WiFi 4 vs WiFi 5 vs WiFi 6. N vs AC vs AX. Wireless Speed Test & Router Benchmark. 2020

WiFi 4 vs WiFi 5 vs WiFi 6. N vs AC vs AX. Speed Test & Router Benchmark.

The computers used in this test had TP-Link and Asus internal wifi 6 cards.

(N or WiFi 4) TP-Link N450 TL-WR940N (AC or WiFi 5) Asus AC1900 RT-AC68U TP-Link AC2600 Archer A10 vs (AX or Wifi 6) D-Link AX5400 DIR-X5460, TP-Link AX1800 AX20, AX1500 AX10

802.11n or WiFi 4 2007
802.11n is an amendment that improves upon the previous 802.11 standards, that had the first draft of certification published in 2006. The 802.11n standard was retroactively labelled as Wi-Fi 4 by the Wi-Fi Alliance.[36][37] The standard added support for multiple-input multiple-output antennas (MIMO). 802.11n operates on both the 2.4 GHz and the 5 GHz bands. Support for 5 GHz bands is optional. Its net data rate ranges from 54 Mbit/s to 600 Mbit/s. The IEEE has approved the amendment, and it was published in October 2009.[38][39] Prior to the final ratification, enterprises were already migrating to 802.11n networks based on the Wi-Fi Alliance's certification of products conforming to a 2007 draft of the 802.11n proposal.

802.11ac or WiFi 5 - 2013
IEEE 802.11ac-2013 is an amendment to IEEE 802.11, published in December 2013, that builds on 802.11n.[42] The 802.11ac standard was retroactively labelled as Wi-Fi 5 by Wi-Fi Alliance.[36][37] Changes compared to 802.11n include wider channels (80 or 160 MHz versus 40 MHz) in the 5 GHz band, more spatial streams (up to eight versus four), higher-order modulation (up to 256-QAM vs. 64-QAM), and the addition of Multi-user MIMO (MU-MIMO).

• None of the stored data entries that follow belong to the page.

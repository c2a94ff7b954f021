// The production HTTP server: React Router's Express adapter behind compression and the static
// files of the build, as react-router-serve does, plus the one thing it lacks — the client's
// socket address, handed to the app in a header only this server sets (rate limits need it).
// `npm start` and the tests run it with tsx; HOST and PORT choose where it listens.
import path from "node:path";
import { fileURLToPath } from "node:url";
import { createRequestHandler } from "@react-router/express";
import compression from "compression";
import express from "express";
import { CLIENT_ADDRESS_HEADER } from "./app/utils/client-address";

const root = path.dirname(fileURLToPath(import.meta.url));
const build = await import(path.join(root, "build/server/index.js"));

const app = express();
app.disable("x-powered-by");
app.use(compression());
app.use("/assets", express.static(path.join(root, "build/client/assets"), { immutable: true, maxAge: "1y" }));
app.use(express.static(path.join(root, "build/client"), { maxAge: "1h" }));
app.use((req, _res, next) => {
  req.headers[CLIENT_ADDRESS_HEADER] = req.socket.remoteAddress ?? "";
  next();
});
app.all("*", createRequestHandler({ build, mode: process.env.NODE_ENV }));

const host = process.env.HOST ?? "127.0.0.1";
const port = Number(process.env.PORT ?? 3000);
const server = app.listen(port, host, () => console.log(`[server] http://${host}:${port}`));
for (const signal of ["SIGTERM", "SIGINT"] as const) process.once(signal, () => server.close(() => process.exit(0)));
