// The primary of server.js under Node's cluster: forks one worker per core (WEB_CONCURRENCY), hands
// them the listening socket (round-robin), replaces a worker that dies (waiting longer after each
// quick death, so a crash loop does not spin), and on SIGTERM / SIGINT asks every worker to stop and
// exits once they have. It loads nothing of the app. A worker whose primary is killed outright
// exits on its own (node's cluster disconnects it), so no worker outlives its primary.
import cluster from "node:cluster";
import { availableParallelism } from "node:os";

/** A worker that lived this long counts as healthy: the next death starts the back-off afresh. */
const STABLE_MS = 60_000;
const FIRST_DELAY_MS = 250;
const MAX_DELAY_MS = 30_000;
/** Workers still running this long after a stop signal are killed (the start command waits 10 s). */
const STOP_GRACE_MS = 8_000;

/** WEB_CONCURRENCY, or one per core in production and one elsewhere; a bad value stops the start. */
export function workerCount(env) {
  const raw = env.WEB_CONCURRENCY?.trim();
  if (!raw) return env.NODE_ENV === "production" ? availableParallelism() : 1;
  const n = Number(raw);
  if (!Number.isInteger(n) || n < 1 || n > 256)
    throw new Error(`WEB_CONCURRENCY must be a whole number from 1 to 256, not "${env.WEB_CONCURRENCY}"`);
  return n;
}

/** The delay before replacing a worker, after `quickDeaths` deaths in a row of workers that did not last. */
export const restartDelay = (quickDeaths) => Math.min(MAX_DELAY_MS, FIRST_DELAY_MS * 2 ** Math.max(0, quickDeaths - 1));

export function runPrimary(count) {
  const startedAt = new Map();
  const timers = new Set();
  let quickDeaths = 0;
  let stopping = false;

  const fork = () => {
    const worker = cluster.fork();
    startedAt.set(worker.id, Date.now());
  };

  cluster.on("exit", (worker, code, signal) => {
    const lived = Date.now() - (startedAt.get(worker.id) ?? 0);
    startedAt.delete(worker.id);
    if (stopping) {
      if (startedAt.size === 0) process.exit(0);
      return;
    }
    quickDeaths = lived >= STABLE_MS ? 1 : quickDeaths + 1;
    const delay = restartDelay(quickDeaths);
    console.error(
      `[server] worker ${worker.process.pid} stopped (${signal ?? `exit code ${code}`}); starting another in ${delay} ms`,
    );
    const timer = setTimeout(() => {
      timers.delete(timer);
      if (!stopping) fork();
    }, delay);
    timers.add(timer);
  });

  for (const signal of ["SIGTERM", "SIGINT"]) {
    process.on(signal, () => {
      if (stopping) return;
      stopping = true;
      for (const timer of timers) clearTimeout(timer);
      if (startedAt.size === 0) process.exit(0);
      // A Ctrl-C reaches the workers too (one process group); a SIGTERM to the primary reaches only it.
      for (const worker of Object.values(cluster.workers ?? {})) worker?.process.kill(signal);
      setTimeout(() => {
        for (const worker of Object.values(cluster.workers ?? {})) worker?.process.kill("SIGKILL");
        process.exit(0);
      }, STOP_GRACE_MS).unref();
    });
  }

  console.log(`[server] ${count} workers (WEB_CONCURRENCY), primary process ${process.pid}`);
  for (let i = 0; i < count; i++) fork();
}
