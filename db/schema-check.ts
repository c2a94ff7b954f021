// Compile-time agreement between the hand-written `Database` (schema.ts) and the one kysely-codegen
// makes of the migrated database (generated.ts): same tables, same columns, the same columns
// nullable, and no column optional on insert that has no default in the database. The schema may be
// narrower by hand: a text column with a CHECK becomes a union of its values, and a column the
// database would default may still be required of the app (stats_cells.time_n). A mismatch fails
// `npm run typecheck` and tests/integration/schema-matches-database.test.ts; the error names it.
import type { Insertable, Selectable } from "kysely";
import type { DB } from "./generated";
import type { Database } from "./schema";

/** Tables of the database that the app reaches without Kysely (rate-limiter-flexible's counts). */
type NotModelled = "feed_rate_limits";

type NullableKeys<T> = { [K in keyof T]-?: null extends T[K] ? K : never }[keyof T];
type OptionalKeys<T> = { [K in keyof T]-?: Record<never, never> extends Pick<T, K> ? K : never }[keyof T];

/** `true`, or what differs for one table. */
type Agrees<Hand, Made> = [
  Exclude<keyof Hand, keyof Made>,
  Exclude<keyof Made, keyof Hand>,
  Exclude<NullableKeys<Selectable<Hand>>, NullableKeys<Selectable<Made>>>,
  Exclude<NullableKeys<Selectable<Made>>, NullableKeys<Selectable<Hand>>>,
  Exclude<OptionalKeys<Insertable<Hand>>, OptionalKeys<Insertable<Made>>>,
] extends [never, never, never, never, never]
  ? true
  : {
      columnsNotInDatabase: Exclude<keyof Hand, keyof Made>;
      columnsNotInSchema: Exclude<keyof Made, keyof Hand>;
      nullableOnlyInSchema: Exclude<NullableKeys<Selectable<Hand>>, NullableKeys<Selectable<Made>>>;
      nullableOnlyInDatabase: Exclude<NullableKeys<Selectable<Made>>, NullableKeys<Selectable<Hand>>>;
      optionalOnInsertWithoutDefault: Exclude<OptionalKeys<Insertable<Hand>>, OptionalKeys<Insertable<Made>>>;
    };

type Tables = { [T in keyof Database]: T extends keyof DB ? Agrees<Database[T], DB[T]> : "not in the database" };

export const tablesAgree: { [T in keyof Database]: true } = null as unknown as Tables;
export const everyTableModelled: Exclude<keyof DB, keyof Database | NotModelled> extends never
  ? true
  : Exclude<keyof DB, keyof Database | NotModelled> = true;
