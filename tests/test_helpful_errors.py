"""Errors that point to the fix, through the command line: tolerances written with a sign or without a unit,
waiver dates in another order and misspelled rule ids (exit code 2, one located line each), and the
short-circuit rule saying what its rating covers when the design goes beyond it (not evaluated, exit code 1)."""

import json

import pytest

from tests.conftest import CONTRACT_FILE

CONTRACT_TEXT = CONTRACT_FILE.read_text(encoding="utf-8")
LOOP = "inductance: {nominal: 25 nH, tolerance: 20 %}"
WAIVERS = "waivers:\n  - {rule: RULE, subject: Q1, reason: bench only, accepted_by: JK, expires: EXPIRES}\n"


def _bad_input(tmp_path, monkeypatch, run_cli, text: str, command: str = "check") -> str:
    """The one line printed for a design that cannot be read (exit code 2, nothing on stdout)."""
    monkeypatch.chdir(tmp_path)
    (tmp_path / "leg.yaml").write_text(text, encoding="utf-8")
    code, out, err = run_cli(command, "leg.yaml")
    assert (code, out) == (2, ""), err
    assert len(err.splitlines()) == 1 and "Traceback" not in err, err
    return err.strip()


def _with_waiver(rule: str = "turn-off-overshoot", expires: str = "2027-12-31") -> str:
    return CONTRACT_TEXT + WAIVERS.replace("RULE", rule).replace("EXPIRES", expires)


@pytest.mark.parametrize("written", ["\u00b120%", "\u00b120 %", "+-20%", "+/-20 %", "+ / - 20 %", "+20 %"])
def test_a_signed_tolerance_says_it_is_written_20_percent(tmp_path, monkeypatch, run_cli, written):
    text = CONTRACT_TEXT.replace(LOOP, f'inductance: {{nominal: 25 nH, tolerance: "{written}"}}')
    line = _bad_input(tmp_path, monkeypatch, run_cli, text)
    assert line.startswith("leg.yaml:13:43: commutation_loop.inductance.tolerance: a tolerance applies both ways"), line
    assert 'write "20 %"' in line and "give min and max" in line and f'got "{written}"' in line


def test_a_signed_absolute_tolerance_keeps_its_unit(tmp_path, monkeypatch, run_cli):
    text = CONTRACT_TEXT.replace(LOOP, "inductance: {nominal: 25 nH, tolerance: \u00b15nH}")
    assert 'write "5 nH"' in _bad_input(tmp_path, monkeypatch, run_cli, text)


def test_an_unequal_spread_is_sent_to_min_and_max(tmp_path, monkeypatch, run_cli):
    text = CONTRACT_TEXT.replace(LOOP, "inductance: {nominal: 25 nH, tolerance: +20/-10 %}")
    line = _bad_input(tmp_path, monkeypatch, run_cli, text)
    assert "write" not in line and "give min and max (or min, nominal and max) instead of a tolerance" in line


@pytest.mark.parametrize("old, new, where, expected", [
    ("tolerance: 5 %, r_on: 5", "tolerance: 5, r_on: 5", "leg.yaml:35:50: switches[0].gate_drive.tolerance",
     'write "5 %" for a percentage, or a voltage such as "400 V"; got the bare number 5'),
    ("      c_iss: 2.5 nF", "      c_iss: {nominal: 2.5 nF, tolerance: '10'}",
     "leg.yaml:26:43: devices.demo-sj650.characteristics.c_iss.tolerance",
     'write "10 %" for a percentage, or a capacitance such as "2.5 nF"; got "10"'),
    ("case_temperature: {min: -20 degC, max: 90 degC}", "case_temperature: {nominal: 25 degC, tolerance: 5}",
     "leg.yaml:11:51: conditions.case_temperature.tolerance", 'write "5 K"; got the bare number 5'),
], ids=["gate drive", "device characteristic, quoted", "temperature"])
def test_a_tolerance_without_a_unit_says_how_to_write_it(tmp_path, monkeypatch, run_cli, old, new, where, expected):
    assert old in CONTRACT_TEXT
    line = _bad_input(tmp_path, monkeypatch, run_cli, CONTRACT_TEXT.replace(old, new, 1))
    assert line == f"{where}: a tolerance needs its unit: {expected}"


@pytest.mark.parametrize("written", ["31.12.2027", "12/31/2027", "2027.12.31", "31 12 2027"])
def test_a_waiver_date_in_another_order_says_yyyy_mm_dd(tmp_path, monkeypatch, run_cli, written):
    line = _bad_input(tmp_path, monkeypatch, run_cli, _with_waiver(expires=written), "validate")
    assert line.endswith(f'waivers[0].expires: dates are written YYYY-MM-DD (write 2027-12-31), got text ("{written}")')


@pytest.mark.parametrize("written", ["01/02/2027", "2027-1-5", "31.02.2027", "end of 2027"])
def test_a_waiver_date_that_could_be_misread_gets_an_example_not_a_guess(tmp_path, monkeypatch, run_cli, written):
    # 01/02/2027 is January 2 or February 1; a guessed month must never move an expiry date.
    line = _bad_input(tmp_path, monkeypatch, run_cli, _with_waiver(expires=f'"{written}"'))
    assert line.endswith(f'dates are written YYYY-MM-DD (e.g. 2027-12-31), got text ("{written}")'), line


def test_a_waiver_rule_id_in_capitals_says_how_rule_ids_are_written(tmp_path, monkeypatch, run_cli):
    line = _bad_input(tmp_path, monkeypatch, run_cli, _with_waiver(rule="Turn-Off-Overshoot"))
    assert line.endswith("waivers[0].rule: rule ids are lower-case letters, digits and - (e.g. turn-off-overshoot), "
                         'got text ("Turn-Off-Overshoot")'), line


@pytest.mark.parametrize("command", ["check", "validate", "headroom"])
def test_a_misspelled_waiver_rule_id_names_the_closest_rule(tmp_path, monkeypatch, run_cli, command):
    line = _bad_input(tmp_path, monkeypatch, run_cli, _with_waiver(rule="turn-of-overshoot"), command)
    assert line == ('leg.yaml:47:12: waivers[0].rule: unknown rule id "turn-of-overshoot"; '
                    'did you mean "turn-off-overshoot"?')


def test_a_waiver_rule_id_like_none_lists_the_rule_ids(tmp_path, monkeypatch, run_cli):
    from margincheck.rules import RULES

    line = _bad_input(tmp_path, monkeypatch, run_cli, _with_waiver(rule="zzz"))
    assert line == f'leg.yaml:47:12: waivers[0].rule: unknown rule id "zzz" (rule ids: {", ".join(RULES)})'


def test_a_misspelled_rule_id_set_on_the_command_line_names_the_override(tmp_path, monkeypatch, run_cli):
    monkeypatch.chdir(tmp_path)
    (tmp_path / "leg.yaml").write_text(_with_waiver(), encoding="utf-8")
    code, _, err = run_cli("check", "leg.yaml", "--set", "waivers[0].rule=bus-voltag")
    assert code == 2
    assert err.strip() == ('leg.yaml (--set waivers[0].rule=bus-voltag): waivers[0].rule: unknown rule id '
                           '"bus-voltag"; did you mean "bus-voltage"?')


# The short-circuit withstand rating of the contract's device: 3 us at a 400 V bus and V_GS 15 V; Q1 has a
# short-circuit case. The bus and Q1's gate drive decide whether the rating covers the design.
RATING = "      t_j_max: 150 degC\n"
Q1_SOURCE = "    common_source_inductance: 1 nH\n"


def _short_circuit(tmp_path, run_cli, bus: str, gate: str = "{on: 15 V, off: -3 V, tolerance: 5 %,") -> dict:
    text = (CONTRACT_TEXT
            .replace("bus_voltage: {nominal: 400 V, tolerance: 5 %}", f"bus_voltage: {bus}")
            .replace(RATING, RATING + "      short_circuit: {withstand_time: 3 us, v_ds: 400 V, v_gs: 15 V}\n")
            .replace(Q1_SOURCE, Q1_SOURCE + "    short_circuit: {current: 300 A, response_time: 1 us}\n", 1)
            .replace("{on: 15 V, off: -3 V, tolerance: 5 %,", gate))
    (tmp_path / "leg.yaml").write_text(text, encoding="utf-8")
    code, out, err = run_cli("check", tmp_path / "leg.yaml", "--format", "json")
    assert code == 1, err  # the contract design fails other rules; a short-circuit finding never passes here
    return next(f for f in json.loads(out)["findings"] if (f["rule"], f["subject"]) == ("short-circuit", "Q1"))


def test_a_bus_beyond_the_short_circuit_rating_says_what_the_rating_covers(tmp_path, run_cli):
    # 450 V against a rating at 400 V; the gate at exactly 15 V (no tolerance on its on-level) is covered.
    finding = _short_circuit(tmp_path, run_cli, "450 V", gate="{on: 15 V, off: {nominal: -3 V, tolerance: 5 %},")
    assert finding["status"] == "not-evaluated" and finding["value"] is None
    assert finding["missing"] == ["devices.demo-sj650.ratings.short_circuit at a 450 V bus or more"]
    assert finding["note"] == (
        "the short-circuit withstand time of 3 us is rated at a 400 V bus and V_GS 15 V; this design's bus reaches "
        "450 V, beyond the rating's test conditions (a higher voltage shortens the withstand time), so the rating "
        "does not cover this design: ask for a rating at a 450 V bus or more")


def test_a_gate_drive_beyond_the_short_circuit_rating_names_both_voltages(tmp_path, run_cli):
    # 420 V (400 V + 5 %) and V_GS 15.75 V (15 V + 5 %) both exceed the rating's 400 V and 15 V.
    finding = _short_circuit(tmp_path, run_cli, "{nominal: 400 V, tolerance: 5 %}")
    assert finding["status"] == "not-evaluated"
    assert "this design's bus reaches 420 V and its gate drive reaches V_GS 15.75 V" in finding["note"]
    assert finding["note"].endswith("ask for a rating at a 420 V bus and V_GS 15.75 V or more")


def test_a_bus_without_a_maximum_is_named_not_guessed(tmp_path, run_cli):
    finding = _short_circuit(tmp_path, run_cli, "{min: 380 V}")
    assert finding["status"] == "not-evaluated"
    assert finding["missing"] == ["conditions.bus_voltage (maximum)"]
    assert finding["note"].endswith("without this design's maximum it cannot be known to apply")


def test_a_design_inside_the_rating_is_evaluated(tmp_path, run_cli):
    # At the rating's own voltages the response time of 1 us is judged against 0.5 x 3 us (default policy).
    finding = _short_circuit(tmp_path, run_cli, "400 V", gate="{on: 15 V, off: {nominal: -3 V, tolerance: 5 %},")
    assert finding["status"] == "pass" and finding["limit"] == {"magnitude": 1.5e-6, "units": "s"}
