"""Capture files as text: key/value header lines, a column header, an optional units row, then numbers.

Layout (each part is found from the file, never guessed when two readings are possible):

- The separator is a comma, a semicolon or a tab, found from the first data row: the first line that splits
  into two or more cells that are all numbers (or given in the mapping).
- The decimal mark is a point, or a comma when the separator is ``;`` or a tab and the first data row holds
  commas (or given in the mapping). A file that mixes the two marks is refused at the first cell that
  differs; thousands separators are not accepted.
- The last non-blank line before the data is the column header, unless it is a units row: a line with as many
  cells as the header above it, whose non-empty cells are mostly units (``s``, ``mV``, ``kA``). A header cell
  may carry its unit in brackets instead: ``time (us)``, ``CH1 [mV]``.
- Lines before the column header are metadata, ``key<separator>value``. ``scale.COLUMN`` and
  ``offset.COLUMN`` give integer codes their meaning: value = code * scale + offset, in the column's unit.

The data are read in blocks of lines (numpy's own text parser on each block) into arrays allocated once from a
first pass that counts the lines, so that a large file is held once as float64, plus one block.
"""

from __future__ import annotations

import csv
import io
import re
from dataclasses import dataclass
from pathlib import Path
from typing import TextIO

import numpy as np

from margincheck.captures.mapping import KIND_OF, TIME, CaptureMapping
from margincheck.captures.raw import RawCapture, fail
from margincheck.errors import InputError, Location, Problem
from margincheck.units import KINDS, QuantityError, parse_quantity

__all__ = ["read_csv_capture"]

#: Lines read looking for the first data row before the file is refused.
HEADER_LINE_LIMIT = 10_000
_BLOCK_CHARACTERS = 1 << 23
_BRACKETED_UNIT = re.compile(r"^(?P<name>.*?)\s*[\[(](?P<unit>[^\[\]()]+)[\])]$")


@dataclass(frozen=True)
class _Layout:
    """Where things are in a text capture. Line numbers are 1-based."""

    separator: str
    decimal: str
    names: tuple[str, ...]
    units: tuple[str, ...]
    metadata: dict[str, str]
    metadata_lines: dict[str, int]
    header_line: int
    units_line: int | None
    first_data_line: int
    first_data_text: str


def _cells(text: str, separator: str) -> list[str]:
    """The cells of a header line, quotes removed (a quoted cell may hold the separator)."""
    return [cell.strip() for cell in next(csv.reader([text], delimiter=separator, skipinitialspace=True))]


def _is_number(cell: str, decimal_comma: bool) -> bool:
    text = cell.replace(",", ".", 1) if decimal_comma else cell
    try:
        float(text)
    except ValueError:
        return False
    return "_" not in text


def _data_separator(text: str, given: str | None) -> str | None:
    """The separator under which ``text`` is a data row (two or more numbers), or None."""
    for separator in ((given,) if given else ("\t", ";", ",")):
        cells = _cells(text, separator)
        if len(cells) >= 2 and all(_is_number(cell, separator != ",") for cell in cells):
            return separator
    return None


def _is_unit(cell: str) -> bool:
    for kind in KINDS:
        try:
            parse_quantity(f"1 {cell}", kind)
        except QuantityError:
            continue
        return True
    return False


def _unbracketed(cell: str) -> str:
    return cell[1:-1].strip() if len(cell) > 2 and cell[0] + cell[-1] in ("()", "[]") else cell


def _looks_like_units_row(cells: list[str]) -> bool:
    written = [_unbracketed(cell) for cell in cells if cell]
    return bool(written) and 2 * sum(_is_unit(cell) for cell in written) >= len(written)


def _header_lines(stream: TextIO, name: str, mapping: CaptureMapping) -> tuple[list[tuple[int, str]], int, str, str]:
    """The non-blank lines before the first data row, that row's line number and text, and the separator."""
    lines: list[tuple[int, str]] = []
    for line_number, raw_line in enumerate(stream, start=1):
        text = raw_line.rstrip("\r\n")
        if not text.strip():
            continue
        separator = _data_separator(text, mapping.separator)
        if separator is not None:
            return lines, line_number, text, separator
        if line_number >= HEADER_LINE_LIMIT:
            break
        lines.append((line_number, text))
    raise fail(name, f"no data row (two or more numbers separated by commas, semicolons or tabs) in the first "
                     f"{HEADER_LINE_LIMIT} lines; the simplest capture is a header row time,v_ds,i_d,v_gs "
                     "followed by rows of numbers in SI units")


def _decimal(name: str, line: int, text: str, separator: str, mapping: CaptureMapping) -> str:
    if mapping.decimal == "," and separator == ",":
        raise fail(name, "a decimal comma cannot be read with a comma separator; export with ';' or tab "
                         "separators, or with decimal points", location=Location(line, 1))
    if mapping.decimal:
        return mapping.decimal
    return "," if separator != "," and "," in text else "."


def _split_units(names: list[str]) -> tuple[list[str], list[str]]:
    """Column names without a bracketed unit, and the units ('' where a name carries none)."""
    bare, units = [], []
    for cell in names:
        match = _BRACKETED_UNIT.match(cell)
        bare.append(match["name"] if match else cell)
        units.append(match["unit"].strip() if match else "")
    return bare, units


def _metadata(lines: list[tuple[int, str]], separator: str) -> tuple[dict[str, str], dict[str, int]]:
    """Key/value header lines, split by the data's separator or, failing that, by another one."""
    values, where = {}, {}
    for line_number, text in lines:
        cells = _cells(text, separator)
        if len(cells) == 1:
            other = next((mark for mark in ("\t", ";", ",") if mark in text), separator)
            cells = _cells(text, other)
        values[cells[0]] = separator.join(cell for cell in cells[1:] if cell)
        where[cells[0]] = line_number
    return values, where


def _layout(stream: TextIO, name: str, mapping: CaptureMapping) -> _Layout:
    lines, data_line, data_text, separator = _header_lines(stream, name, mapping)
    decimal = _decimal(name, data_line, data_text, separator, mapping)
    count = len(_cells(data_text, separator))
    if not lines:
        raise fail(name, "no column header before the first data row; add one such as time,v_ds,i_d,v_gs",
                   location=Location(data_line, 1))
    last = _cells(lines[-1][1], separator)
    units_line = None
    if (len(lines) >= 2 and len(last) == count and len(_cells(lines[-2][1], separator)) == count
            and _looks_like_units_row(last)):
        units_line = lines.pop()[0]
        units_row = [_unbracketed(cell) for cell in last]
    header_line, header_text = lines.pop()
    header = _cells(header_text, separator)
    if len(header) != count:
        raise fail(name, f"the column header has {len(header)} cells but the first data row (line {data_line}) "
                         f"has {count}", location=Location(header_line, 1))
    names, units = _split_units(header)
    if units_line is not None:
        for index, (inline, row) in enumerate(zip(units, units_row)):
            if inline and row and inline != row:
                raise fail(name, f'column {index + 1} "{names[index]}" has the unit "{inline}" in its header and '
                                 f'"{row}" in the units row; keep one', location=Location(units_line, 1))
        units = [inline or row for inline, row in zip(units, units_row)]
    metadata, metadata_lines = _metadata(lines, separator)
    return _Layout(separator, decimal, tuple(names), tuple(units), metadata, metadata_lines, header_line,
                   units_line, data_line, data_text)


def _column_number(layout: _Layout, name: str, signal: str, wanted: str | int | None) -> int | None:
    """The 0-based column of ``signal``, or None when the file does not have it and nothing asks for it."""
    names = layout.names
    listing = ", ".join(f'"{column}"' for column in names)
    where = Location(layout.header_line, 1)
    if isinstance(wanted, int):
        if not 1 <= wanted <= len(names):
            raise fail(name, f"{signal} is mapped to column {wanted}, but the file has {len(names)} columns "
                             f"({listing})", location=where)
        return wanted - 1
    candidates = [wanted] if wanted is not None else [signal] + (["t"] if signal == TIME else [])
    for candidate in candidates:
        exact = [index for index, column in enumerate(names) if column == candidate]
        loose = [index for index, column in enumerate(names) if column.casefold() == candidate.casefold()]
        if len(exact) == 1 or len(loose) == 1:
            return (exact or loose)[0]
        if len(loose) > 1:
            raise fail(name, f'{len(loose)} columns are named "{candidate}"; map {signal} by column number',
                       location=where)
    if wanted is not None:
        raise fail(name, f'{signal} is mapped to column "{wanted}", but there is no such column; the columns '
                         f"are {listing}", location=where)
    return None


def _columns(layout: _Layout, name: str, mapping: CaptureMapping) -> dict[str, int]:
    """Signal -> 0-based column for every signal the file has."""
    found = {signal: _column_number(layout, name, signal, mapping.columns.get(signal)) for signal in KIND_OF}
    listing = ", ".join(f'"{column}"' for column in layout.names)
    where = Location(layout.header_line, 1)
    if found[TIME] is None:
        raise fail(name, f'no time column (named "time" or "t"); the columns are {listing}: name it with '
                         "time_column in the design, or --map time=NAME", location=where)
    present = {signal: index for signal, index in found.items() if index is not None}
    if len(present) == 1:
        raise fail(name, f"no column is mapped to v_ds, i_d, v_gs or v_gs_idle; the columns are {listing}: map "
                         "them with columns: {v_ds: NAME, ...} in the design, or --map v_ds=NAME", location=where)
    by_column: dict[int, str] = {}
    for signal, index in present.items():
        if index in by_column:
            raise fail(name, f'{by_column[index]} and {signal} are both mapped to column {index + 1} '
                             f'"{layout.names[index]}"', location=where)
        by_column[index] = signal
    return present


def _number_in_header(layout: _Layout, name: str, key: str) -> float:
    text = layout.metadata[key]
    try:
        value = float(text.replace(",", ".", 1) if layout.decimal == "," else text)
    except ValueError:
        value = float("nan")
    if not np.isfinite(value) or (key.startswith("scale.") and value == 0):
        raise fail(name, f'{key}: expected a finite number{" other than zero" if key.startswith("scale.") else ""},'
                         f' got "{text}"', location=Location(layout.metadata_lines[key], 1))
    return value


def _codes(layout: _Layout, name: str, columns: dict[str, int]) -> tuple[dict[str, float], dict[str, float]]:
    """Integer-code scale and offset per signal, from ``scale.COLUMN`` / ``offset.COLUMN`` header lines."""
    scale, offset = {}, {}
    for signal, index in columns.items():
        for key, target in ((f"scale.{layout.names[index]}", scale), (f"offset.{layout.names[index]}", offset)):
            if key in layout.metadata:
                target[signal] = _number_in_header(layout, name, key)
    return scale, offset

The Wi-Fi Alliance separated the introduction of ac wireless products into two phases ("waves"), named "Wave 1" and "Wave 2".[43][44] From mid-2013, the alliance started certifying Wave 1 802.11ac products shipped by manufacturers, based on the IEEE 802.11ac Draft 3.0 (the IEEE standard was not finalized until later that year).[45] In 2016 Wi-Fi Alliance introduced the Wave 2 certification, to provide higher bandwidth and capacity than Wave 1 products. Wave 2 products include additional features like MU-MIMO, 160 MHz channel width support, support for more 5 GHz channels, and four spatial streams (with four antennas; compared to three in Wave 1 and 802.11n, and eight in IEEE's 802.11ax specification).[46][47]

802.11ax or WiFi 6 2020
IEEE 802.11ax (marketed as Wi-Fi 6 by the Wi-Fi Alliance) is the successor to 802.11ac, and will increase the efficiency of WLAN networks. This project has the goal of providing 4x the throughput of 802.11ac at the user layer,[62] having just 37% higher nominal data rates at the PHY layer.[63] The 802.11ax standard is expected to become an official IEEE specification in September 2020.[64] In the previous amendment of 802.11 (namely 802.11ac), Multi-User MIMO has been introduced, which is a spatial multiplexing technique. MU-MIMO allows the Access Point to form beams towards each Client, while transmitting information simultaneously. By doing so, the interference between Clients is reduced, and the overall throughput is increased, since multiple Clients can receive data at the same time. With 802.11ax, a similar multiplexing is introduced in the frequency domain, namely OFDMA. With this technique, multiple Clients are assigned with different Resource Units in the available spectrum. By doing so, an 80 MHz channel can be split into multiple Resource Units, so that multiple Clients receive different type of data over the same spectrum, simultaneously. In order to have enough subcarriers to support the requirements of OFDMA, four times as many subcarriers are needed than by the 802.11ac standard. In other words, for 20, 40, 80 and 160 MHz channels, there are 64, 128, 256 and 512 subcarriers in the 802.11ac standard, but 256, 512, 1024 and 2048 subcarriers in the 802.11ax standard. Since the available bandwidths have not changed and the number of subcarriers increases by a factor of 4, the subcarrier spacing is reduced by the same factor, which introduces 4 times longer OFDM symbols: for 802.11ac the duration of an OFDM symbol is 3.2 microseconds, and for 802.11ax it is 12.8 microseconds (both without guard intervals).